Exercise goal. Print the listing exactly.

Supplied material.

■ ■ ■ ■ ■

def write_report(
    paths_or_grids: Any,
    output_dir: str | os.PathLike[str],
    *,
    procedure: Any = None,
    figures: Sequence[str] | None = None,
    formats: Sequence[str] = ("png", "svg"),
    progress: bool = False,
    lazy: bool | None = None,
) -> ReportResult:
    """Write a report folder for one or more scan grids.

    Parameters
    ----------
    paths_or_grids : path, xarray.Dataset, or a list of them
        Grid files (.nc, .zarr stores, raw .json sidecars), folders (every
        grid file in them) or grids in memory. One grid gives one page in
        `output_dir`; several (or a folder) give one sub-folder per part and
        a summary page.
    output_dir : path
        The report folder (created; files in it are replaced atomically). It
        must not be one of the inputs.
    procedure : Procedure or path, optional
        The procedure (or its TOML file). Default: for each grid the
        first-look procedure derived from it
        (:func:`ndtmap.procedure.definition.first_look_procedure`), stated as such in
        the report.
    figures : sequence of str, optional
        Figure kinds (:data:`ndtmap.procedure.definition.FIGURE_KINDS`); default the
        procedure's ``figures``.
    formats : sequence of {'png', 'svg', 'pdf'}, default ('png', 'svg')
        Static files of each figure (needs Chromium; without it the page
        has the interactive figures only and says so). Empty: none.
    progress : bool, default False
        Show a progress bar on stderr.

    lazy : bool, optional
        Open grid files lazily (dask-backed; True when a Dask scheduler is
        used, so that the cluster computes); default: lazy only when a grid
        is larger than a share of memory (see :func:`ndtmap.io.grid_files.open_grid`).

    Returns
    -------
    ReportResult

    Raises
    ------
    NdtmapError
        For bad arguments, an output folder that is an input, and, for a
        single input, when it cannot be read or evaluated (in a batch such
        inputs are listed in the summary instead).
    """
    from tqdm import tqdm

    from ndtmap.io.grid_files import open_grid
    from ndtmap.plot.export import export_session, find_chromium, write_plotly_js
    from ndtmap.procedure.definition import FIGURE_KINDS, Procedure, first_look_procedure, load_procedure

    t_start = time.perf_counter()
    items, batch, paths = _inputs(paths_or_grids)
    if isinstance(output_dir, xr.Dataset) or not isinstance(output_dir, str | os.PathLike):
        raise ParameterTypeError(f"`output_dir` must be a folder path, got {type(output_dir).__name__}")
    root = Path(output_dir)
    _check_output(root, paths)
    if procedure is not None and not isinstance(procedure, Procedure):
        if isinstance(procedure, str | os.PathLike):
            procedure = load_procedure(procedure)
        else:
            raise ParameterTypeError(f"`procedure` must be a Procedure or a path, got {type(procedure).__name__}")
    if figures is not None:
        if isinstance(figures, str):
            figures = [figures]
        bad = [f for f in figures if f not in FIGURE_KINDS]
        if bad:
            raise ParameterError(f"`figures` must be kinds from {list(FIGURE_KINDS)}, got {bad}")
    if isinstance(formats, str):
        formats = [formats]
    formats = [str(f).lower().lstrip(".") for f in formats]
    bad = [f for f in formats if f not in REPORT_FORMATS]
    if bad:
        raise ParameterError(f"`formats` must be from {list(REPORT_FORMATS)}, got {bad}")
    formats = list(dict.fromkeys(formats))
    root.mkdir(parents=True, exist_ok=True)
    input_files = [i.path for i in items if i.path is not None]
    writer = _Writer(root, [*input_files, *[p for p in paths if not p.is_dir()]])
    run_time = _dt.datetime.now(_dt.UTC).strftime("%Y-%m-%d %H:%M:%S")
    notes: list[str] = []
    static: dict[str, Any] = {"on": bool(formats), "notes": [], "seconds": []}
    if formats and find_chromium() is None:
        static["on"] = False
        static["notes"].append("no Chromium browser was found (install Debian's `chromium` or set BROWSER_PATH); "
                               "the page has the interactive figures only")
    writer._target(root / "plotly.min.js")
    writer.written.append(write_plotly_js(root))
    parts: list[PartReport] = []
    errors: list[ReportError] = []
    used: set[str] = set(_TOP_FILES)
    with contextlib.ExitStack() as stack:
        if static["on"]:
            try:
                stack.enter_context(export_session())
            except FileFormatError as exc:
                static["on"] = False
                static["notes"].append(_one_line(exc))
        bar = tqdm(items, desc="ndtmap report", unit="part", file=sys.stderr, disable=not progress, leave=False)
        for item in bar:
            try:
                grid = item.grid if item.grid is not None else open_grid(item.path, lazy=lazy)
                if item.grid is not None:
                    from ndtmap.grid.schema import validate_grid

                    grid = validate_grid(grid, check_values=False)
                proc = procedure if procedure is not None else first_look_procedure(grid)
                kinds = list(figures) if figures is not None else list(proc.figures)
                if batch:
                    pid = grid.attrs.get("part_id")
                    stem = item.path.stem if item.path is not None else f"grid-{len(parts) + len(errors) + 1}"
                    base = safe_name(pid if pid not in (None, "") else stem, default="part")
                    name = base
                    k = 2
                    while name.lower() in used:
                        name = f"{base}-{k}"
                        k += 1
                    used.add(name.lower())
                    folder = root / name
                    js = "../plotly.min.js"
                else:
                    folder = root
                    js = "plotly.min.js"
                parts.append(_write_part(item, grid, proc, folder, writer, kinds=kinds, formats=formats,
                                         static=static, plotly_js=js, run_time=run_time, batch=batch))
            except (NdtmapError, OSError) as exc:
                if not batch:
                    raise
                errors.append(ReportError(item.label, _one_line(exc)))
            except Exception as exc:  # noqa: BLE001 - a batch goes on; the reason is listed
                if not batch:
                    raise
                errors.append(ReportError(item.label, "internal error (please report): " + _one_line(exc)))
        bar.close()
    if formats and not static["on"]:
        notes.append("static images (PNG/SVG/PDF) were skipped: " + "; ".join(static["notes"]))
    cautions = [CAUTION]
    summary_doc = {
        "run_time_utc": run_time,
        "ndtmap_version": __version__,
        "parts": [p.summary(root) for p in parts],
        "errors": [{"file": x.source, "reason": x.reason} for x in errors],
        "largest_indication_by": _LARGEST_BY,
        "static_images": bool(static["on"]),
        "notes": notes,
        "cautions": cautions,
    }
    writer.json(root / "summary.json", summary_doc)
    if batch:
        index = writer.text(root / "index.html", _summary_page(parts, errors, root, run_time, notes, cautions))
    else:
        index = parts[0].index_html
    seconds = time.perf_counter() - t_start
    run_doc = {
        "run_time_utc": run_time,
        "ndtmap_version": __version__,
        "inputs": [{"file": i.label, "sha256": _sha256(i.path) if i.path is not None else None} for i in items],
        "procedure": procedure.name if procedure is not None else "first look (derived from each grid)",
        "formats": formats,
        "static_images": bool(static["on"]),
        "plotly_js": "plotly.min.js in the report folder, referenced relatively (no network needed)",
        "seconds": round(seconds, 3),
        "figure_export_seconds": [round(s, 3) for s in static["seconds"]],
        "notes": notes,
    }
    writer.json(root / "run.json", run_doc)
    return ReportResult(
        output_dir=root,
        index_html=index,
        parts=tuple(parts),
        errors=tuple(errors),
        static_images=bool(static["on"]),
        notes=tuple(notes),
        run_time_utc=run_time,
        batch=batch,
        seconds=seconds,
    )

■ ■ ■ ■ ■

Task output.
def write_report(
    paths_or_grids: Any,
    output_dir: str | os.PathLike[str],
    *,
    procedure: Any = None,
    figures: Sequence[str] | None = None,
    formats: Sequence[str] = ("png", "svg"),
    progress: bool = False,
    lazy: bool | None = None,
) -> ReportResult:
    """Write a report folder for one or more scan grids.

    Parameters
    ----------
    paths_or_grids : path, xarray.Dataset, or a list of them
        Grid files (.nc, .zarr stores, raw .json sidecars), folders (every
        grid file in them) or grids in memory. One grid gives one page in
        `output_dir`; several (or a folder) give one sub-folder per part and
        a summary page.
    output_dir : path
        The report folder (created; files in it are replaced atomically). It
        must not be one of the inputs.
    procedure : Procedure or path, optional
        The procedure (or its TOML file). Default: for each grid the
        first-look procedure derived from it
        (:func:`ndtmap.procedure.definition.first_look_procedure`), stated as such in
        the report.
    figures : sequence of str, optional
        Figure kinds (:data:`ndtmap.procedure.definition.FIGURE_KINDS`); default the
        procedure's ``figures``.
    formats : sequence of {'png', 'svg', 'pdf'}, default ('png', 'svg')
        Static files of each figure (needs Chromium; without it the page
        has the interactive figures only and says so). Empty: none.
    progress : bool, default False
        Show a progress bar on stderr.

    lazy : bool, optional
        Open grid files lazily (dask-backed; True when a Dask scheduler is
        used, so that the cluster computes); default: lazy only when a grid
        is larger than a share of memory (see :func:`ndtmap.io.grid_files.open_grid`).

    Returns
    -------
    ReportResult

    Raises
    ------
    NdtmapError
        For bad arguments, an output folder that is an input, and, for a
        single input, when it cannot be read or evaluated (in a batch such
        inputs are listed in the summary instead).
    """
    from tqdm import tqdm

    from ndtmap.io.grid_files import open_grid
    from ndtmap.plot.export import export_session, find_chromium, write_plotly_js
    from ndtmap.procedure.definition import FIGURE_KINDS, Procedure, first_look_procedure, load_procedure

    t_start = time.perf_counter()
    items, batch, paths = _inputs(paths_or_grids)
    if isinstance(output_dir, xr.Dataset) or not isinstance(output_dir, str | os.PathLike):
        raise ParameterTypeError(f"`output_dir` must be a folder path, got {type(output_dir).__name__}")
    root = Path(output_dir)
    _check_output(root, paths)
    if procedure is not None and not isinstance(procedure, Procedure):
        if isinstance(procedure, str | os.PathLike):
            procedure = load_procedure(procedure)
        else:
            raise ParameterTypeError(f"`procedure` must be a Procedure or a path, got {type(procedure).__name__}")
    if figures is not None:
        if isinstance(figures, str):
            figures = [figures]
        bad = [f for f in figures if f not in FIGURE_KINDS]
        if bad:
            raise ParameterError(f"`figures` must be kinds from {list(FIGURE_KINDS)}, got {bad}")
    if isinstance(formats, str):
        formats = [formats]
    formats = [str(f).lower().lstrip(".") for f in formats]
    bad = [f for f in formats if f not in REPORT_FORMATS]
    if bad:
        raise ParameterError(f"`formats` must be from {list(REPORT_FORMATS)}, got {bad}")
    formats = list(dict.fromkeys(formats))
    root.mkdir(parents=True, exist_ok=True)
    input_files = [i.path for i in items if i.path is not None]
    writer = _Writer(root, [*input_files, *[p for p in paths if not p.is_dir()]])
    run_time = _dt.datetime.now(_dt.UTC).strftime("%Y-%m-%d %H:%M:%S")
    notes: list[str] = []
    static: dict[str, Any] = {"on": bool(formats), "notes": [], "seconds": []}
    if formats and find_chromium() is None:
        static["on"] = False
        static["notes"].append("no Chromium browser was found (install Debian's `chromium` or set BROWSER_PATH); "
                               "the page has the interactive figures only")
    writer._target(root / "plotly.min.js")
    writer.written.append(write_plotly_js(root))
    parts: list[PartReport] = []
    errors: list[ReportError] = []
    used: set[str] = set(_TOP_FILES)
    with contextlib.ExitStack() as stack:
        if static["on"]:
            try:
                stack.enter_context(export_session())
            except FileFormatError as exc:
                static["on"] = False
                static["notes"].append(_one_line(exc))
        bar = tqdm(items, desc="ndtmap report", unit="part", file=sys.stderr, disable=not progress, leave=False)
        for item in bar:
            try:
                grid = item.grid if item.grid is not None else open_grid(item.path, lazy=lazy)
                if item.grid is not None:
                    from ndtmap.grid.schema import validate_grid

                    grid = validate_grid(grid, check_values=False)
                proc = procedure if procedure is not None else first_look_procedure(grid)
                kinds = list(figures) if figures is not None else list(proc.figures)
                if batch:
                    pid = grid.attrs.get("part_id")
                    stem = item.path.stem if item.path is not None else f"grid-{len(parts) + len(errors) + 1}"
                    base = safe_name(pid if pid not in (None, "") else stem, default="part")
                    name = base
                    k = 2
                    while name.lower() in used:
                        name = f"{base}-{k}"
                        k += 1
                    used.add(name.lower())
                    folder = root / name
                    js = "../plotly.min.js"
                else:
                    folder = root
                    js = "plotly.min.js"
                parts.append(_write_part(item, grid, proc, folder, writer, kinds=kinds, formats=formats,
                                         static=static, plotly_js=js, run_time=run_time, batch=batch))
            except (NdtmapError, OSError) as exc:
                if not batch:
                    raise
                errors.append(ReportError(item.label, _one_line(exc)))
            except Exception as exc:  # noqa: BLE001 - a batch goes on; the reason is listed
                if not batch:
                    raise
                errors.append(ReportError(item.label, "internal error (please report): " + _one_line(exc)))
        bar.close()
    if formats and not static["on"]:
        notes.append("static images (PNG/SVG/PDF) were skipped: " + "; ".join(static["notes"]))
    cautions = [CAUTION]
    summary_doc = {
        "run_time_utc": run_time,
        "ndtmap_version": __version__,
        "parts": [p.summary(root) for p in parts],
        "errors": [{"file": x.source, "reason": x.reason} for x in errors],
        "largest_indication_by": _LARGEST_BY,
        "static_images": bool(static["on"]),
        "notes": notes,
        "cautions": cautions,
    }
    writer.json(root / "summary.json", summary_doc)
    if batch:
        index = writer.text(root / "index.html", _summary_page(parts, errors, root, run_time, notes, cautions))
    else:
        index = parts[0].index_html
    seconds = time.perf_counter() - t_start
    run_doc = {
        "run_time_utc": run_time,
        "ndtmap_version": __version__,
        "inputs": [{"file": i.label, "sha256": _sha256(i.path) if i.path is not None else None} for i in items],
        "procedure": procedure.name if procedure is not None else "first look (derived from each grid)",
        "formats": formats,
        "static_images": bool(static["on"]),
        "plotly_js": "plotly.min.js in the report folder, referenced relatively (no network needed)",
        "seconds": round(seconds, 3),
        "figure_export_seconds": [round(s, 3) for s in static["seconds"]],
        "notes": notes,
    }
    writer.json(root / "run.json", run_doc)
    return ReportResult(
        output_dir=root,
        index_html=index,
        parts=tuple(parts),
        errors=tuple(errors),
        static_images=bool(static["on"]),
        notes=tuple(notes),
        run_time_utc=run_time,
        batch=batch,
        seconds=seconds,
    )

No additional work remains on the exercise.